## EXERCISE DETAILS
Reproduce the records below exactly, but only between the lines holding "the scatter of" and "make it the C99", inclusive.

## EXERCISE DATA
/* Matrix-pencil estimation of damped complex exponentials, with first-order error propagation.
 *
 * The method (Y. Hua and T. K. Sarkar, "Matrix pencil method for estimating parameters of
 * exponentially damped/undamped sinusoids in noise", IEEE Trans. Acoust. Speech Signal Process.
 * 38(5), 814-824 (1990); equation numbers are not quoted here, the steps are from memory).
 * With N samples y_t and a pencil parameter L, the Hankel matrix Y[i][j] = y_{i+j}
 * ((N-L) x (L+1)) of a noise-free sum of M exponentials sum_k a_k z_k^t has rank M, and its row
 * space is spanned by the vectors (z_k^j)_{j<=L}. Let S ((L+1) x M) be an orthonormal basis of
 * the dominant M-dimensional subspace of the row space (the conjugates of the M leading right
 * singular vectors: truncating the SVD is the total-least-squares step that filters the noise).
 * Deleting the last row of S gives S1, deleting the first gives S2; then S2 = S1 Phi with Phi
 * similar to diag(z_k), so the poles are the eigenvalues of the M x M matrix
 * Phi = pinv(S1) S2 (Hua and Sarkar's pinv(V1') V2' up to complex conjugation). From a pole,
 * f = arg(z) / (2 pi dt) and Gamma = -ln|z| / dt; the amplitudes are the linear least-squares
 * solution of the Vandermonde system y_t = sum_k a_k z_k^t. Hua and Sarkar find the variance of
 * the estimates close to the Cramer-Rao bound for L between N/3 and 2N/3 (the method is symmetric
 * under L <-> N - L); the default is L = N/3, which makes the subspace the smaller side.
 *
 * Numerical choices.
 * 1. No complex SVD. GSL has none, and the alternatives are slow here: the real embedding
 *    [[B, -C], [C, B]] of the (2N/3) x (N/3) complex Hankel matrix (whose singular values come in
 *    equal pairs) took 4.7 s in gsl_linalg_SV_decomp for N = 1000, and the eigenvectors of the
 *    334 x 334 Hermitian Gram matrix took 2.8 s in gsl_eigen_hermv (its eigenvalues alone 24 ms;
 *    real symmetric gsl_eigen_symmv 0.17 s) on this machine. Only M + 1 .. max_order + 1 leading
 *    singular pairs are needed, so they are found as eigenpairs of the Gram matrix
 *    G = X X^H (X = Y^T, (L+1) x (L+1); eigenvalues sigma^2, eigenvectors = S) by a block Krylov
 *    (block Lanczos) iteration with full reorthogonalisation and Rayleigh-Ritz extraction. G is
 *    never formed: X v and X^H w are correlations of the record with v, done by FFT (GSL's
 *    mixed-radix FFT, length P >= N with factors 2, 3, 5; P >= N is enough because the wanted
 *    outputs never wrap around). A product costs O(N log N), the iteration O(N k (log N + k))
 *    for a basis of k vectors, and the memory is O(N k). Measured here (complex records, the
 *    default max_order 8 and a fixed order 1): N = 1000 in 9-17 ms and 2.4 ms, N = 4000 in
 *    45-65 ms and 10 ms, instead of seconds to minutes. The Rayleigh-Ritz problems (k x k
 *    Hermitian, k <= a few hundred) are solved with GSL: gsl_linalg_hermtd_decomp reduces them to
 *    real symmetric tridiagonal form, whose eigenvectors come from gsl_eigen_symmv (fast for
 *    real matrices) and are mapped back with gsl_linalg_hermtd_unpack's U.
 *    The cost of working with G instead of Y: squared singular values lose relative accuracy
 *    below about sqrt(eps) sigma_1, so singular values below rel_threshold * sigma_1 (>= 1e-7)
 *    are not used. Data whose noise or quantisation is above 1e-7 of the signal (all measured
 *    data) lose nothing: the rounding error of the subspace, eps sigma_1^2 / sigma_M^2, is then
 *    far below its statistical error, ||noise|| / sigma_M.
 *    The M singular vectors used are converged to a relative residual of 1e-10; the other
 *    singular values reported (beyond the order) only to 0.1, enough for the order rule: they
 *    are Rayleigh-Ritz values, lower bounds typically within 2 % of the exact ones (noise
 *    singular values cluster, and resolving them would triple the cost).
 *    The trace of G is sum_t w_t |y_t|^2 (w_t = how often y_t occurs in Y), which gives the mean
 *    of the eigenvalues not computed: the noise floor of the order rule. For white noise alone
 *    the largest singular value stayed below 3.3 floors in 999 of 1000 simulated records of
 *    100-3000 samples (below 2.8 in 99 %; shorter records scatter more: 32 samples, 4.8 at
 *    99 %), hence the default threshold 3.5. The automatic order is capped at N/6 so that at
 *    least as many singular values are left for the floor as are computed.
 * 2. The reduced pencil is a complex M x M matrix Phi, and GSL's non-symmetric eigensolver is
 *    real. The real embedding R = [[Re Phi, -Im Phi], [Im Phi, Re Phi]] has the eigenvalues of
 *    Phi and their conjugates; an eigenvector [x; -i x] belongs to an eigenvalue of Phi,
 *    [x; +i x] to a conjugate. Telling them apart by the eigenvectors fails when Phi has both z
 *    and conj(z) as eigenvalues (a real signal, or lines placed symmetrically about the LO):
 *    the embedding then has double eigenvalues with mixed eigenvectors. So the embedding is taken
 *    of Phi + i h I with h = ||Phi||_F + 1 > max |Im z|: every eigenvalue of Phi then moves to
 *    the upper half plane (Im >= 1) and every conjugate to the lower one, so they never meet, the
 *    upper ones minus i h are the poles, and their eigenvectors [x; -i x] give the eigenvectors
 *    x of Phi. Cost: gsl_eigen_nonsymmv of order 2M, negligible.
 * 3. Amplitudes: complex Householder QR of the N x M Vandermonde matrix (z^t = exp(t log z),
 *    so no error accumulates along t), gsl_linalg_complex_QR_lssolve.
 * 4. Errors: first-order perturbation of the whole chain by the noise e_t, with the noise-free
 *    quantities replaced by the estimates. For the rank-M signal X0 = S Sigma Q^H the dominant
 *    left singular subspace moves by P_perp F Q Sigma^-1 (F the noise part of X, P_perp =
 *    I - S S^H); Phi then moves by pinv(S1) (J2 - z J1) dS, and the pole z_k (right eigenvector
 *    r_k, left p_k with p_k^T r_k = 1) by dz_k = p_k^T dPhi r_k = u_k^T F g_k with
 *    u_k = P_perp^T (J2 - z_k J1)^T pinv(S1)^T p_k and g_k = Q Sigma^-1 r_k; P_perp drops out,
 *    because u_k without it is already orthogonal to S (S^T u_k = p_k^T (Phi - z_k I) = 0 by
 *    the normal equations of Phi). Since F[j][i] = e_{i+j}, dz_k = sum_t c_k[t] e_t with c_k
 *    the convolution of u_k and g_k (by FFT). The amplitudes move by
 *    pinv(Z) (e - sum_l a_l dZ/dz_l dz_l). Each error is then
 *    s^2 sum_t |coefficient_t|^2 (complex circular noise, s^2 per real component) or
 *    s^2 sum_t (Re or Im coefficient_t)^2 (real noise), with s^2 = RSS / (2N - 4M) (complex) or
 *    RSS / (N - 2M) (real). These are this estimator's own first-order errors (not the
 *    Cramer-Rao bound, which they approach when the pencil is efficient). This kind of
 *    first-order analysis of subspace methods is standard (e.g. F. Li, H. Liu and R. J. Vaccaro,
 *    IEEE Trans. Aerosp. Electron. Syst. 29(4), 1170-1184 (1993); from memory); the derivation
 *    above is complete in itself, and tests/test_pencil.c checks it against the scatter of
 *    many noise realisations.
 * 5. Long records: block averaging by D keeps the model exact (pole z^D, amplitude times
 *    (1 + z + ... + z^(D-1)) / D, undone afterwards) and, for white noise and lines well inside
 *    the reduced band, loses almost no information, while the cost falls with N.
 * Results: poles, then frequencies, rates, amplitudes referred to the input sampling interval and
 * to the first sample. */
#include <collshift/pencil.h>

/* gsl_complex stays GSL's struct whatever the compiler (GSL would otherwise make it the C99
 * type when <complex.h> is seen, depending on the compiler); values cross by to_gsl/from_gsl. */
#define GSL_COMPLEX_LEGACY 1
#include <complex.h>
#include <gsl/gsl_blas.h>
#include <gsl/gsl_eigen.h>
#include <gsl/gsl_errno.h>
#include <gsl/gsl_fft_complex.h>
#include <gsl/gsl_linalg.h>
#include <gsl/gsl_matrix.h>
#include <gsl/gsl_vector.h>

#include <float.h>
#include <math.h>
#include <stdint.h>
#include <stdlib.h>
#include <string.h>

#define PI 3.14159265358979323846264338327950288

typedef double complex cplx;

static gsl_complex to_gsl(cplx z)
{
    gsl_complex g;
    GSL_SET_COMPLEX(&g, creal(z), cimag(z));
    return g;
}

static cplx from_gsl(gsl_complex g)
{
    return GSL_REAL(g) + I * GSL_IMAG(g);
}

/* Krylov iteration: tolerances and limits (see subspace()). */
#define KRYLOV_VEC_TOL 1e-10   /* relative residual of the singular vectors used */
#define KRYLOV_ABS_TOL 1e-13   /* ... or this fraction of sigma_1^2 (rounding floor) */
#define KRYLOV_VAL_TOL 0.1
#define KRYLOV_ACCEPT 1e-6     /* vectors worse than this at the limit: CS_ENOCONV */
#define KRYLOV_FULL 48         /* below this dimension the whole space is used */
#define KRYLOV_DEFLATE 1e-9    /* a candidate shrinking below this fraction is dependent */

## TASK RESULT
 *    above is complete in itself, and tests/test_pencil.c checks it against the scatter of
 *    many noise realisations.
 * 5. Long records: block averaging by D keeps the model exact (pole z^D, amplitude times
 *    (1 + z + ... + z^(D-1)) / D, undone afterwards) and, for white noise and lines well inside
 *    the reduced band, loses almost no information, while the cost falls with N.
 * Results: poles, then frequencies, rates, amplitudes referred to the input sampling interval and
 * to the first sample. */
#include <collshift/pencil.h>

/* gsl_complex stays GSL's struct whatever the compiler (GSL would otherwise make it the C99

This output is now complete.